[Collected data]
^^^^^^^^

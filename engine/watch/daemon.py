"""``lenslane watch LAB``: the drop folder, running unattended.

The main thread does all the work, one order at a time, in a loop: it scans
the inbox at start and every ``watch.rescan_seconds``, takes hints from the
file-system observer, and asks the :class:`~lenslane.lab.folder.Lab` to look at each
entry that is due. The observer (watchdog: inotify on Linux, or polling) runs in
its own threads and only puts names into a queue — events are hints, the scans
are the truth, so a missed event or an overflowed kernel queue costs a few
seconds, never an order. A dead observer is rebuilt; when it cannot be, the
daemon exits non-zero for the service manager to restart it.

Signals: SIGTERM and SIGINT let the current order finish and stop the loop (exit
0). If a stage is still running a few seconds later it is interrupted and the
order stays claimed in ``work/``, to be redone at the next start. SIGALRM is the
per-order time limit (hence the main thread).

``lenslane watch LAB --once`` runs the same loop without an observer: it
finishes what ``work/`` holds, takes every complete order in the inbox, prints a
one-line summary and exits.
"""
from __future__ import annotations

import errno
import heapq
import importlib
import json
import math
import os
import queue
import signal
import sys
import time
from collections import Counter
from typing import Any, Callable

from lenslane import __version__
from lenslane.lab.files import LabLocked, filesystem_type, is_network_file_system, lock_lab, printable
from lenslane.lab.folder import (
    Interrupted, Lab, OrderTimeLimit, OutputBlocked, Processed, StageWontStop, Wait, is_order_name,
)
from lenslane.decide.desk import Desk
from lenslane.watch.log import configure_logging

EXIT_OK = 0
EXIT_OBSERVER_FAILED = 1
EXIT_LAB_LOCKED = 3

#: After SIGTERM/SIGINT, how long a running stage may still take before it is interrupted (s).
SHUTDOWN_GRACE_SECONDS = 3.0
#: After the time limit, how long a stage that caught the time-limit exception may go on (s).
ESCALATE_SECONDS = 1.0
#: How often the observer's threads are checked (s).
SUPERVISE_SECONDS = 1.0
#: Failed rebuilds of the observer in a row before the daemon gives up (exit 1).
OBSERVER_REBUILDS = 5
#: How often the polling observer looks at the inbox (s); the rescans come on top.
POLL_SECONDS = 1.0
#: First wait before retrying a write that failed (s); it doubles up to watch.retry_max_seconds.
FIRST_RETRY_SECONDS = 0.5
#: Group commit: at most this many orders share one folder fsync and one audit fsync. Only orders
#: already due are batched, so a lone order is committed at once and latency does not grow.
BATCH_MAX = 64
#: errno values meaning "inotify limit reached": fall back to polling under observer = "auto".
INOTIFY_LIMIT_ERRORS = frozenset({errno.ENOSPC, errno.EMFILE, errno.ENFILE, errno.ENOMEM})

_SEEN, _MOVED, _CLOSED, _WAKE = 0, 1, 2, -1
_STOPPED = object()


# --------------------------------------------------------------------------
# The per-order time limit
# --------------------------------------------------------------------------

^^^^^^^^

ASSIGNMENT:
From the data above, say how many lines include "once", and write nothing but the number.

ANSWER FOR THE TASK:
2